Começa julgamento dos 98 acusados de integrar a facção criminosa nas cadeias catarinenses

Geral
Santa Catarina | 09/09/2013 | 10:06

Autor: Governo de Santa Catarina
Foto: Reprodução

Começa nesta segunda-feira (9) o julgamento dos 98 acusados pelo Ministério Público de fazer parte da facção criminosa que atua nas cadeias de Santa Catarina. A denúncia refere-se à formação de quadrilha armada, associação para o tráfico de drogas e porte de armas. A facção é apontada como a responsável pela onda de ataques contra a sociedade catarinense em novembro de 2012 e fevereiro de 2013, no Estado. Considerada a maior ação do sistema prisional no Brasil, a chamada Operação Parceria tem a missão de dar apoio logístico e operacional para que o Tribunal de Justiça de Santa Catarina viabilize, com segurança, todos os procedimentos necessários para a realização das audiências e posterior julgamento.

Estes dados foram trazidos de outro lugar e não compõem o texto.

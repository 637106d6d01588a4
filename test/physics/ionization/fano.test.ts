import fc from 'fast-check';
import { describe, expect, it } from 'vitest';
import { DomainError } from '../../../physics/errors.ts';
import { fanoIonization } from '../../../physics/ionization/fano.ts';
import type { IonizationModel } from '../../../physics/ionization/ionization-model.ts';
import { stepIonization } from '../../../physics/ionization/step.ts';

const GAP = 1.12;
const PAIR = 3.8;
const BINS = 10;
const TOP = 48.7;

function weights(model: IonizationModel, energyEv: number, count = 400): Float64Array {
  const out = new Float64Array(count);
  model.probabilities(energyEv, out);
  return out;
}

const sum = (values: ArrayLike<number>): number => Array.from(values).reduce((a, b) => a + b, 0);

/** ∫ exp(−E/scale) dE from a to b. */
const decay =
  (scaleEv: number) =>
  (a: number, b: number): number =>
    -scaleEv * Math.exp(-a / scaleEv) * Math.expm1((a - b) / scaleEv);

/** Bin rates with the exact rate of every segment times the weight at its middle, as the rate core does. */
function midpointRates(model: IonizationModel, cutsEv: readonly number[], rate: (a: number, b: number) => number) {
  const rates = new Float64Array(BINS);
  const out = new Float64Array(BINS);
  for (let s = 1; s < cutsEv.length; s++) {
    model.probabilities((cutsEv[s - 1] + cutsEv[s]) / 2, out);
    const here = rate(cutsEv[s - 1], cutsEv[s]);
    for (let n = 0; n < BINS; n++) rates[n] += out[n] * here;
  }
  return rates;
}

/** The model's own segments together with a table axis of 0.1 eV steps that starts off the gap. */
function modelCuts(model: IonizationModel, gap: number): number[] {
  const axis = Array.from({ length: 600 }, (_, i) => i * 0.1).filter((e) => e > gap && e < TOP);
  return [gap, ...axis, ...model.breaksEv(gap, TOP), TOP].sort((a, b) => a - b);
}

/** A uniform grid much finer than any edge, cut at the multiples of the gap. */
function denseCuts(gap: number, stepEv: number): number[] {
  const cuts: number[] = [gap];
  for (let k = 2; gap > 0 && k * gap < TOP; k++) cuts.push(k * gap);
  cuts.push(TOP);
  return cuts.flatMap((end, i) => {
    if (i === 0) return [end];
    const pieces = Math.ceil((end - cuts[i - 1]) / stepEv);
    return Array.from({ length: pieces }, (_, p) => cuts[i - 1] + ((end - cuts[i - 1]) * (p + 1)) / pieces);
  });
}

function largestDifference(rates: Float64Array, expected: Float64Array): number {
  return Math.max(...rates.map((rate, n) => Math.abs(rate / expected[n] - 1)));
}

describe('fanoIonization: P(n|E)', () => {
  it('is the normalised cell of a normal distribution', () => {
    // the definition at 40 digits, cells by quadrature, with a general-purpose multiprecision library
    const cases: readonly (readonly [number, number, number, number, readonly number[]])[] = [
      [2, 1.12, 3.8, 0.12, [1, 0]],
      [5, 1.12, 3.8, 0.12, [0.4759336413327209, 0.513002334060675, 0.011062198748304422, 1.8258582996691287e-6, 0]],
      [11, 1.12, 3.8, 0.12, [0.004344037914100812, 0.15826950203208753, 0.5814157814750879, 0.24511518924707118]],
      [11, 0.67, 2.9, 0.13, [0.00021070699677572588, 0.015582803003990899, 0.20382783089892914, 0.5070055564394149]],
      [7, 3, 3.1, 1, [0.46138552919785253, 0.5386144708021474, 0]],
    ];
    for (const [energy, gap, pair, fano, expected] of cases) {
      const out = weights(fanoIonization(gap, pair, fano), energy);
      expected.forEach((p, n) => {
        expect(Math.abs(out[n] - p)).toBeLessThanOrEqual(1e-13 * p);
      });
    }
    expect(cases.length).toBe(5);
  });

  it('adds up to 1 above the gap, lies in 0…1 and ends at floor(E/gap)', () => {
    fc.assert(
      fc.property(
        fc.double({ min: 0.01, max: 5, noNaN: true }),
        fc.double({ min: 1, max: 5, noNaN: true }),
        fc.double({ min: 0, max: 10, noNaN: true }),
        fc.double({ min: 0, max: 60, noNaN: true }),
        (gap, ratio, fano, above) => {
          const energy = gap * (1 + above / 10);
          const out = weights(fanoIonization(gap, gap * ratio, fano), energy);
          expect(sum(out)).toBeCloseTo(1, 13);
          expect(out.every((p) => p >= 0 && p <= 1 + 1e-15)).toBe(true);
          expect(out.subarray(Math.floor(energy / gap)).every((p) => p === 0)).toBe(true);
        },
      ),
      { numRuns: 500, seed: 1 },
    );
  });

  it('is zero below the gap and one electron at it', () => {
    const model = fanoIonization(GAP, PAIR, 0.12);
    expect(sum(weights(model, 1.1199))).toBe(0);
    expect(weights(model, GAP)[0]).toBe(1);
  });

  it('has mean N̄ and variance F N̄ + 1/12 where the ends do not bite', () => {
    // The rounding's own mean and 1/12 hold to 4 exp(−2π² F N̄) (Poisson summation), below 1e-9 for F N̄ > 1.2.
    let compared = 0;
    for (const fano of [0.12, 0.2]) {
      for (let energy = 50; energy < 120; energy += 1.7) {
        const out = weights(fanoIonization(GAP, PAIR, fano), energy);
        const mean = out.reduce((total, p, i) => total + p * (i + 1), 0);
        const variance = out.reduce((total, p, i) => total + p * (i + 1 - mean) ** 2, 0);
        const expected = 0.5 + (energy - GAP) / PAIR;
        expect(Math.abs(mean - expected)).toBeLessThan(1e-9);
        expect(Math.abs(variance - (fano * expected + 1 / 12))).toBeLessThan(1e-8);
        compared++;
      }
    }
    expect(compared).toBe(84);
  });

  it('without a gap has no upper end', () => {
    expect(weights(fanoIonization(0, 3, 1), 3)[9]).toBeGreaterThan(0);
    expect(fanoIonization(0, 3, 1).breaksEv(0, 30)).not.toContain(0);
  });
});

describe('fanoIonization: F → 0', () => {
  it('F = 0 is the step model, weights and breaks', () => {
    const [model, step] = [fanoIonization(GAP, PAIR, 0), stepIonization(GAP, PAIR)];
    expect(model.breaksEv(0, TOP)).toEqual(step.breaksEv(0, TOP));
    expect(model.maxSegmentEv).toBe(Infinity);
    for (let energy = 0; energy < TOP; energy += 0.01)
      expect(weights(model, energy, 15)).toEqual(weights(step, energy, 15));
  });

  it('away from the edges a tiny F is the step model exactly', () => {
    for (const fano of [1e-300, 1e-31, 1e-29, 1e-12]) {
      const [model, step] = [fanoIonization(GAP, PAIR, fano), stepIonization(GAP, PAIR)];
      for (let x = 0.005; x < 12; x += 0.01) {
        const energy = GAP + x * PAIR;
        expect(weights(model, energy, 15)).toEqual(weights(step, energy, 15));
      }
    }
  });

  it('bin rates approach those of the step model in proportion to F', () => {
    const rate = decay(10);
    const step = stepIonization(GAP, PAIR);
    const limit = midpointRates(step, modelCuts(step, GAP), rate);
    for (const fano of [1e-29, 1e-12, 1e-6, 1e-4, 1e-3]) {
      const model = fanoIonization(GAP, PAIR, fano);
      const difference = largestDifference(midpointRates(model, modelCuts(model, GAP), rate), limit);
      expect(difference).toBeLessThan(2 * fano + 1e-12);
      if (fano >= 1e-6) expect(difference).toBeGreaterThan(0.2 * fano);
    }
  });
});

describe('fanoIonization: segments', () => {
  it.each([1e-6, 1e-4, 1e-3, 2.5e-3, 2.7e-3, 0.01, 0.12, 1, 10])(
    'F = %f: bin rates of a falling spectrum within 2e-5 of a dense sum',
    (fano) => {
      const dense = denseCuts(GAP, Math.min(0.004, (PAIR * Math.sqrt(fano)) / 10));
      const model = fanoIonization(GAP, PAIR, fano);
      for (const scaleEv of [PAIR, 10]) {
        const expected = midpointRates(model, dense, decay(scaleEv));
        const difference = largestDifference(midpointRates(model, modelCuts(model, GAP), decay(scaleEv)), expected);
        expect(difference).toBeLessThan(2e-5);
      }
    },
  );

  it.each([
    [3.8, 3.8, 0.12],
    [3.8, 3.8, 1e-4],
    [0.05, 3, 0.2],
    [0, 3, 0.2],
    [1.9, 2, 2],
  ])('gap %f, energy per pair %f, F = %f: the same', (gap, pair, fano) => {
    const model = fanoIonization(gap, pair, fano);
    const dense = denseCuts(gap, 0.002);
    const expected = midpointRates(model, dense, decay(5));
    const difference = largestDifference(midpointRates(model, modelCuts(model, gap), decay(5)), expected);
    expect(difference).toBeLessThan(2e-5);
  });

  it('breaks ascend strictly inside the limits, at most 65 to an energy per pair besides the multiples of the gap', () => {
    fc.assert(
      fc.property(
        fc.double({ min: 0, max: 3, noNaN: true }),
        fc.double({ min: 1, max: 4, noNaN: true }),
        fc.double({ min: -30, max: 1, noNaN: true }),
        fc.double({ min: 0, max: 20, noNaN: true }),
        (gap, ratio, logFano, from) => {
          const pair = Math.max(1, gap * ratio);
          const to = from + 30;
          const breaks = fanoIonization(gap, pair, 10 ** logFano).breaksEv(from, to);
          expect(breaks.every((e, i) => e > (breaks[i - 1] ?? from) && e < to)).toBe(true);
          expect(breaks.length).toBeLessThan(65 * (30 / pair + 2) + 30 / Math.max(gap, 0.03));
        },
      ),
      { numRuns: 300, seed: 2 },
    );
  });

  it('stays bounded for a gap next to nothing', () => {
    expect(fanoIonization(1e-12, 3, 0.1).breaksEv(0, 60).length).toBeLessThan(1500);
  });

  it('holds the multiples of the gap while they matter', () => {
    const breaks = fanoIonization(GAP, PAIR, 0.12).breaksEv(GAP, TOP);
    for (const k of [2, 3, 4]) expect(breaks).toContain(k * GAP);
  });

  it('reachEv: the probability of so few electrons is below 1e-12 there', () => {
    for (const fano of [0, 1e-6, 0.12, 1, 10]) {
      for (const electrons of [1, 5, 30]) {
        const model = fanoIonization(GAP, PAIR, fano);
        expect(sum(weights(model, model.reachEv(electrons), electrons))).toBeLessThan(1e-12);
        expect(sum(weights(model, model.reachEv(electrons) * 0.8, electrons))).toBeGreaterThan(1e-12);
      }
    }
  });
});

describe('fanoIonization: domain', () => {
  it.each([
    [-1, 3.8, 0.1, 'bandGap'],
    [Number.NaN, 3.8, 0.1, 'bandGap'],
    [1.12, 0, 0.1, 'energyPerPair'],
    [1.12, 1, 0.1, 'energyPerPair'],
    [1.12, 3.8, -0.1, 'fanoFactor'],
    [1.12, 3.8, Number.NaN, 'fanoFactor'],
    [1.12, 3.8, 10.1, 'fanoFactor'],
  ])('(%f, %f, %f) is refused at %s', (gap, pair, fano, path) => {
    try {
      fanoIonization(gap, pair, fano);
      expect.unreachable();
    } catch (error) {
      expect(error).toBeInstanceOf(DomainError);
      expect((error as DomainError).parameter).toEqual([path]);
    }
  });
});
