describe('qualityReport: other faults', () => {
  const { table, claims } = silicon;
  const unscreened = builtIn('silicon', false);

  it.each<[string, CrystalTable, TableClaims, FindingCode, Grade, RegExp]>([
    ['unscreened numbers said to be screened', unscreened.table, claims, 'screening', 'wrong', /no loss function/],
    [
      'screened numbers said to be unscreened',
      table,
      unscreened.claims,
      'screening',
      'look',
      /small for a gap of 1.12 eV/,
    ],
    [
      'half the electrons',
      table,
      { ...claims, electronsPerCell: 4 },
      'sum-rule',
      'wrong',
      /more strength than the electrons have/,
    ],
    [
      'all 28 electrons',
      table,
      { ...claims, electronsPerCell: 28 },
      'strength-above',
      'look',
      /check electronsPerCell/,
    ],
    [
      'electrons not given',
      table,
      { ...claims, electronsPerCell: undefined },
      'electrons',
      'look',
      /comes to 7\.\d+ electrons/,
    ],
    ['a gap of 3 eV', table, { ...claims, bandGapEv: 3 }, 'onset', 'look', /what lies below the gap is not counted/],
    ['a gap above the table', table, { ...claims, bandGapEv: 60 }, 'onset', 'wrong', /above the whole table/],
    ['no gap', table, { ...claims, bandGapEv: 0 }, 'onset', 'look', /are empty/],
    ['nothing', { ...table, values: table.values.map(() => 0) }, claims, 'values', 'wrong', /Every value is 0/],
    [
      'a negative value',
      { ...table, values: table.values.map((v, i) => (i === 5 ? -1 : v)) },
      claims,
      'values',
      'wrong',
      /^1 of 360000/,
    ],
    ['bins narrower than cells', table, { ...claims, energyPerPairEv: 0.15 }, 'axes', 'look', /wide for electron bins/],
  ])('%s', (_name, faulty, said, code, grade, detail) => {
    const report = qualityReport(faulty, said, halo);
    const found = withCode(report, code).find((finding) => finding.grade === grade);
    expect(found?.detail).toMatch(detail);
    expect(report.verdict === grade || report.verdict === 'wrong').toBe(true);
    expect(JSON.stringify(report)).not.toMatch(/NaN|Infinity/);
  });

  it('noise of 20 % a cell is found as 20 %, within a tenth, and divided among the cells of a bin', () => {
    let state = 1;
    const uniform = (): number => {
      state = (state * 48271) % 2147483647; // Lehmer
      return state / 2147483647;
    };
    const normal = (): number => Math.sqrt(-2 * Math.log(uniform())) * Math.cos(2 * Math.PI * uniform());
    const noisy = { ...table, values: table.values.map((v) => v * Math.max(0.01, 1 + 0.2 * normal())) };
    const { roughness } = qualityReport(noisy, claims, halo);
    expect(Math.abs(roughness.perCell / 0.2 - 1)).toBeLessThan(0.1);
    expect(roughness.perBin! / roughness.perCell).toBeLessThan(0.05);
    expect(qualityReport(table, claims, halo).roughness.perCell).toBeLessThan(0.01);
  });

  it('a table cut at 5 keV or at 12 eV covers lighter masses only, and says which end comes first', () => {
    const cut = (rows: number, columns: number): CrystalTable => ({
      ...table,
      momentumEv: table.momentumEv.slice(0, rows + 1),
      energyEv: table.energyEv.slice(0, columns + 1),
      values: Float64Array.from(
        { length: rows * columns },
        (_, at) => table.values[Math.floor(at / columns) * 500 + (at % columns)],
      ),
    });
    const [slow, low] = [cut(54, 500), cut(720, 120)].map((short) => qualityReport(short, claims, halo).masses[0]);
    expect(slow.limit).toBe('momentum');
    expect(low.limit).toBe('energy');
    // E_max = ½ m v_max² is 12 eV at 3.42 MeV, and q_max = 2 m v_max is 5.03 keV at 0.95 MeV: no less can be covered
    expect(low.toEv).toBeGreaterThan(3.4e6);
    expect(slow.toEv).toBeGreaterThan(0.94e6);
    for (const { toEv } of [slow, low]) expect(toEv).toBeLessThan(1e8);
    const late = { ...table, momentumEv: table.momentumEv.slice(40), values: table.values.slice(40 * 500) };
    const [, light] = qualityReport(late, claims, halo).masses;
    expect(light.lowerMomentumShare).toBeGreaterThan(0.01);
  });

  it('a table that ends early is short, not in another unit: every crystal cut at 6 to 40 eV', () => {
    let compared = 0;
    for (const crystal of Object.keys(ELECTRONS)) {
      for (const screened of [true, false]) {
        const { table: whole, claims: own } = builtIn(crystal, screened);
        for (const topEv of [6, 12, 18, 25, 40]) {
          if (topEv < own.bandGapEv! + 1) continue;
          const columns = Math.round(topEv / whole.energyEv[1]);
          const all = whole.energyEv.length - 1;
          const short = {
            ...whole,
            energyEv: whole.energyEv.slice(0, columns + 1),
            values: Float64Array.from(
              { length: 720 * columns },
              (_, at) => whole.values[Math.floor(at / columns) * all + (at % columns)],
            ),
          };
          const report = qualityReport(short, own, halo);
          expect(withCode(report, 'units'), `${crystal} ${topEv}`).toEqual([]);
          compared++;
        }
      }
    }
    expect(compared).toBe(38);
  });

  it('as points at the middles of its cells silicon has the same report', () => {
    const middles = (axis: Float64Array): Float64Array => axis.subarray(1).map((x, i) => (x + axis[i]) / 2);
    const means = rowFifthPowersEv5(table);
    const perMean = middles(table.momentumEv).map((q, i) => q ** 5 / means[i]);
    const points: CrystalTable = {
      ...table,
      axes: 'points',
      momentumEv: middles(table.momentumEv),
      energyEv: middles(table.energyEv),
      values: table.values.map((value, at) => value * perMean[Math.floor(at / 500)]),
    };
    const [own, other] = [table, points].map((given) => qualityReport(given, claims, halo));
    expect(gradesOf(other)).toEqual(gradesOf(own));
    expect(other.electronsFound! / own.electronsFound!).toBeCloseTo(1, 1);
    expect(Math.abs(other.opticalLimit!.plasmonEv! - own.opticalLimit!.plasmonEv!)).toBeLessThan(0.3);
    expect(
      Math.abs(other.opticalLimit!.staticDielectric!.value / own.opticalLimit!.staticDielectric!.value - 1),
    ).toBeLessThan(0.02);
  });

  it('any table gets a report of finite numbers', () => {
    const axis = fc
      .array(fc.double({ min: 1e-3, max: 2e4, noNaN: true }), { minLength: 3, maxLength: 6 })
      .map((steps) =>
        Float64Array.from(
          steps.map((_, i) => steps.slice(1, i + 1).reduce((a, b) => a + b, steps[0] > 1e4 ? 0 : steps[0])),
        ),
      );
    const anyTable = fc.record({
      axes: fc.constantFrom('edges' as const, 'points' as const),
      quantity: fc.constantFrom('formFactorSquared' as const, 'lossFunction' as const),
      momentumEv: axis,
      energyEv: axis.map((energies) => energies.map((e) => e / 300)),
      seed: fc.array(fc.double({ min: 0, max: 10, noNaN: true }), { minLength: 36, maxLength: 36 }),
      screened: fc.boolean(),
      electronsPerCell: fc.option(fc.double({ min: 0.5, max: 100, noNaN: true }), { nil: undefined }),
      bandGapEv: fc.option(fc.double({ min: 0, max: 10, noNaN: true }), { nil: undefined }),
      energyPerPairEv: fc.option(fc.double({ min: 10, max: 20, noNaN: true }), { nil: undefined }),
    });
    let reports = 0;
    fc.assert(
      fc.property(anyTable, ({ axes, quantity, momentumEv, energyEv, seed, ...said }) => {
        const less = axes === 'edges' ? 1 : 0;
        const size = (momentumEv.length - less) * (energyEv.length - less);
        const values = Float64Array.from(seed.slice(0, size));
        const given: CrystalTable = {
          axes,
          quantity,
          momentumEv,
          energyEv,
          values,
          cellMassEv: 5e10,
          cellVolumeAngstrom3: 40,
        };
        const report = qualityReport(given, said, halo);
        expect(
          JSON.stringify(report, (_key, value) =>
            Number.isNaN(value) || Math.abs(value) === Infinity ? 'BAD' : value,
          ),
        ).not.toMatch(/BAD|NaN|Infinity/);
        reports++;
      }),
      { numRuns: 8, seed: 5 },
    );
    expect(reports).toBe(8);
  });

  it('free electrons at rest: all of the sum rule, and no unit fits better', () => {
    const ridge = ridgeTable(1e7, halo.largestSpeedKmPerS, 120);
    const report = qualityReport(
      ridge,
      { screened: false, electronsPerCell: 8, bandGapEv: undefined, energyPerPairEv: undefined },
      halo,
    );
    expect(withCode(report, 'units')).toEqual([]);
    expect(report.electronsFound).toBeCloseTo(8, 1);
  });
});
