/** The push test: how far a place on a bar moves when it is pushed, with the bar in the frame, and what the rest of the frame offers it. */
import { dot, type Vec2, type Vec3 } from '../geometry/vector.ts';
import type { BarId } from '../layout/model.ts';
import { inverse, principalOf2 } from '../sparse/dense.ts';
import { ELEMENT_SIZE } from './elementStiffness.ts';
import type { FrameElement } from './model.ts';
import { intoAxes } from './nodeAxes.ts';
import type { FrameSolver } from './solver.ts';

/** What the section plane sees of a stiffness: two principal values, N/mm, and the direction of the stiffer. */
export interface StiffnessEllipse {
  readonly stiff: number;
  readonly soft: number;
  /** Unit vector of the stiffer way in the section plane. */
  readonly stiffWay: Vec2;
  /** Stiffness matrix [[xx, xy], [xy, yy]] in the section plane, N/mm. */
  readonly matrix: readonly [number, number, number];
}

/** Displacement, mm, of a node for one newton in a direction, bar in place. */
export function movementUnder(solver: FrameSolver, node: number, direction: Vec3): Vec3 {
  const x = solver.solve(solver.loadOf([{ node, force: direction }]));
  const [a, b, c] = solver.motionOf(x, node);
  return [a, b, c];
}

/** Stiffness of a node against being pushed square to its bar, bar in place. */
export function ellipseInPlace(
  solver: FrameSolver,
  node: number,
  axes: SectionAxes,
): StiffnessEllipse | null {
  const flex = ([axes.x, axes.y] as const).map((way) => movementUnder(solver, node, way));
  const [fx, fy] = flex;
  if (!fx || !fy) return null;
  const F = [dot(fx, axes.x), (dot(fx, axes.y) + dot(fy, axes.x)) / 2, dot(fy, axes.y)] as const;
  return ellipseOf(F);
}

export interface SectionAxes {
  readonly x: Vec3;
  readonly y: Vec3;
}

function ellipseOf([fxx, fxy, fyy]: readonly [number, number, number]): StiffnessEllipse | null {
  const determinant = fxx * fyy - fxy * fxy;
  if (!(determinant > 0)) return null;
  const matrix = [fyy / determinant, -fxy / determinant, fxx / determinant] as const;
  const { larger, smaller, angle } = principalOf2(...matrix);
  return { stiff: larger, soft: smaller, stiffWay: [Math.cos(angle), Math.sin(angle)], matrix };
}

export interface StationStiffness {
  /** mm from end i of the bar. */
  readonly at: number;
  readonly node: number;
  readonly ellipse: StiffnessEllipse;
}

/**
 * What the rest of the frame offers a bar at each place where something is joined to it: the bar's bending left out, its ends held, the other places free.
 * The bar's own axial stiffness stays, since a push across it along a slanting partner also draws on that. METHODS.md, "The push test".
 * Null when the frame cannot say (a mechanism).
 */
export function offeredTo(
  solver: FrameSolver,
  bar: BarId,
  axes: SectionAxes,
): readonly StationStiffness[] | null {
  const along = solver.frame.along.get(bar);
  const elements = solver.frame.elements.filter((element) => element.bar === bar);
  if (!along || elements.length < 2) return [];
  const inner = along.slice(1, -1);
  const unknowns = interfaceUnknowns(solver, along);
  const place = new Map(unknowns.map((unknown, k) => [unknown, k]));
  const full = stiffnessAt(solver, unknowns);
  if (!full) return null;
  const rest = less(full, ownStiffness(solver, elements, place, unknowns.length), unknowns.length);
  const stations = inner.map(({ node }) =>
    [0, 1, 2].map((k) => place.get((solver.displacementOf[node] ?? -1) + k) ?? -1),
  );
  if (stations.some((three) => three.some((k) => k < 0))) return null;
  const K = picked(rest, unknowns.length, stations.flat());
  const into = (node: number, v: Vec3): Vec3 => intoAxes(solver.displacementAxes(node), v);
  const [first] = elements;
  if (first)
    addAxial(
      K,
      along.map(({ at, node }) => ({ at, e: into(node, first.direction) })),
      first.EA,
    );
  const size = stations.length * 3;
  // A cut partner offers nothing out of the plane: a trace of stiffness lets that be said as a number near zero.
  for (let k = 0; k < size; k++) K[k * size + k] = (K[k * size + k] ?? 0) + TRACE;
  const F = inverse(K, size);
  if (!F) return null;
  const offered = inner.map(({ at, node }, s): StationStiffness | null => {
    const [x, y] = [into(node, axes.x), into(node, axes.y)];
    const along2 = (p: Vec3, q: Vec3): number => {
      let sum = 0;
      for (let i = 0; i < 3; i++)
        for (let j = 0; j < 3; j++)
          sum += (p[i] ?? 0) * (F[(3 * s + i) * size + 3 * s + j] ?? 0) * (q[j] ?? 0);
      return sum;
    };
    const ellipse = ellipseOf([along2(x, x), along2(x, y), along2(y, y)]);
    return ellipse && { at, node, ellipse };
  });
  return offered.every((each) => each !== null) ? offered : null;
}

const NO_WAY: Vec3 = [0, 0, 0];

/** N/mm: nothing in steelwork is this soft. */
const TRACE = 1e-6;

/** Displacements of the inner places; displacements and rotations of the ends. */
function interfaceUnknowns(
  solver: FrameSolver,
  along: readonly { readonly node: number }[],
): readonly number[] {
  const found = new Set<number>();
  along.forEach(({ node }, k) => {
    const end = k === 0 || k === along.length - 1;
    for (const first of end
      ? [solver.displacementOf[node] ?? -1, solver.rotationOf[node] ?? -1]
      : [solver.displacementOf[node] ?? -1])
      if (first >= 0) for (let c = 0; c < 3; c++) found.add(first + c);
  });
  return [...found];
}

/** Stiffness of the whole frame as felt at some of its unknowns, all others free. */
function stiffnessAt(solver: FrameSolver, unknowns: readonly number[]): Float64Array | null {
  const n = unknowns.length;
  const F = new Float64Array(n * n);
  unknowns.forEach((unknown, column) => {
    const x = solver.solveUnit(unknown);
    unknowns.forEach((other, row) => {
      F[row * n + column] = x[other] ?? 0;
    });
  });
  return inverse(F, n);
}

/** The bar alone, felt at the interface: its inner rotations follow. */
function ownStiffness(
  solver: FrameSolver,
  elements: readonly FrameElement[],
  place: ReadonlyMap<number, number>,
  size: number,
): Float64Array {
  const extra = new Map<number, number>();
  const indexOf = (unknown: number): number => {
    if (unknown < 0) return -1;
    const known = place.get(unknown) ?? extra.get(unknown);
    if (known !== undefined) return known;
    const index = size + extra.size;
    extra.set(unknown, index);
    return index;
  };
  const blocks = elements.map((element) => ({
    at: solver.unknownsOf(element.i, element.j).map(indexOf),
    K: solver.stiffnessOf(element).K,
  }));
  const n = size + extra.size;
  const K = new Float64Array(n * n);
  for (const { at, K: own } of blocks)
    for (let a = 0; a < ELEMENT_SIZE; a++)
      for (let b = 0; b < ELEMENT_SIZE; b++) {
        const i = at[a] ?? -1;
        const j = at[b] ?? -1;
        if (i >= 0 && j >= 0) K[i * n + j] = (K[i * n + j] ?? 0) + (own[a * ELEMENT_SIZE + b] ?? 0);
      }
  // Eliminate the bar's own rotations from the back.
  for (let k = n - 1; k >= size; k--) {
    const pivot = K[k * n + k] ?? 0;
    if (!(pivot > 0)) continue;
    for (let i = 0; i < k; i++) {
      const factor = (K[i * n + k] ?? 0) / pivot;
      if (factor === 0) continue;
      for (let j = 0; j < k; j++) K[i * n + j] = (K[i * n + j] ?? 0) - factor * (K[k * n + j] ?? 0);
    }
  }
  const condensed = new Float64Array(size * size);
  for (let i = 0; i < size; i++) for (let j = 0; j < size; j++) condensed[i * size + j] = K[i * n + j] ?? 0;
  return condensed;
}

function less(a: Float64Array, b: Float64Array, size: number): Float64Array {
  const result = new Float64Array(size * size);
  for (let i = 0; i < size; i++)
    for (let j = 0; j < size; j++) {
      const p = (a[i * size + j] ?? 0) - (b[i * size + j] ?? 0);
      const q = (a[j * size + i] ?? 0) - (b[j * size + i] ?? 0);
      result[i * size + j] = (p + q) / 2;
    }
  return result;
}

function picked(K: Float64Array, size: number, wanted: readonly number[]): Float64Array {
  const n = wanted.length;
  const result = new Float64Array(n * n);
  wanted.forEach((i, r) => {
    wanted.forEach((j, c) => {
      result[r * n + c] = K[i * size + j] ?? 0;
    });
  });
  return result;
}

/** The bar's axial stiffness between its places, ends held; `e` is its direction in the axes of each. */
function addAxial(
  K: Float64Array,
  along: readonly { readonly at: number; readonly e: Vec3 }[],
  EA: number,
): void {
  const inner = along.length - 2;
  const n = inner * 3;
  along.slice(1).forEach((to, k) => {
    const stiffness = EA / (to.at - (along[k]?.at ?? 0));
    // Piece k runs from place k to k + 1; inner places are counted from 0 at place 1.
    const [a, b] = [k - 1, k];
    const pairs: readonly (readonly [number, number, number])[] = [
      [a, a, 1],
      [b, b, 1],
      [a, b, -1],
      [b, a, -1],
    ];
    for (const [p, q, sign] of pairs) {
      if (p < 0 || q < 0 || p >= inner || q >= inner) continue;
      const [ep, eq] = [along[p + 1]?.e ?? NO_WAY, along[q + 1]?.e ?? NO_WAY];
      for (let i = 0; i < 3; i++)
        for (let j = 0; j < 3; j++) {
          const at = (3 * p + i) * n + 3 * q + j;
          K[at] = (K[at] ?? 0) + sign * stiffness * (ep[i] ?? 0) * (eq[j] ?? 0);
        }
    }
  });
}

“Há três semanas começamos a montar a operação e gostaria de destacar o comprometimento da Polícia Militar, dos agentes do DEAP, da Polícia Rodoviária Federal e do Depen para que a operação ocorra sem incidentes, dada sua proporção”, observa o diretor do DEAP, Leandro Lima.

A Operação Parceria tem algumas peculiaridades. A começar pelo local: o Complexo Penitenciário do Vale do Itajaí. A opção por fazer o julgamento no prédio recém-concluído, que faz parte do projeto de ampliação da unidade, deve-se ao número de réus: são 98 acusados. Destes, 23 estão na Penitenciária Federal de Mossoró, no Rio Grande do Norte e seus depoimentos serão tomados por meio de vídeoaudiência.

Todo o suporte tecnológico para a transmissão das informações está sob a responsabilidade do Departamento Penitenciário Nacional (Depen), órgão do Ministério da Justiça. Os agentes do Depen permanecerão em Itajaí até o final do julgamento previsto para o dia 18.

Outros 64 detentos – entre homens e mulheres – custodiados pelo Estado em unidades catarinenses já estão no Complexo de Itajaí. A transferência destes presos começou na sexta-feira (6) e foi concluída no final da tarde deste domingo (8). Há ainda outras 22 pessoas entre réus soltos e testemunhas.

A segurança do Complexo recebeu o reforço de 70 agentes penitenciários e de mais de 70 policiais militares do Batalhão de Choque – elite da PM que vai ficar no interior do prédio pronta para intervir caso ocorra alguma anormalidade que coloque em risco a Operação. No entorno da unidade também há policiamento especial.

O Tribunal de Justiça – entre juízes, promotores e assessoria técnica – deslocou uma equipe de 22 pessoas para a unidade. A sala do júri também foi preparada para acomodar 57 advogados que farão a defesa de seus clientes.

A previsão é de o julgamento termine dia 18, porém a sentença não deverá ser proferida ao final das audiências devido ao volume do processo.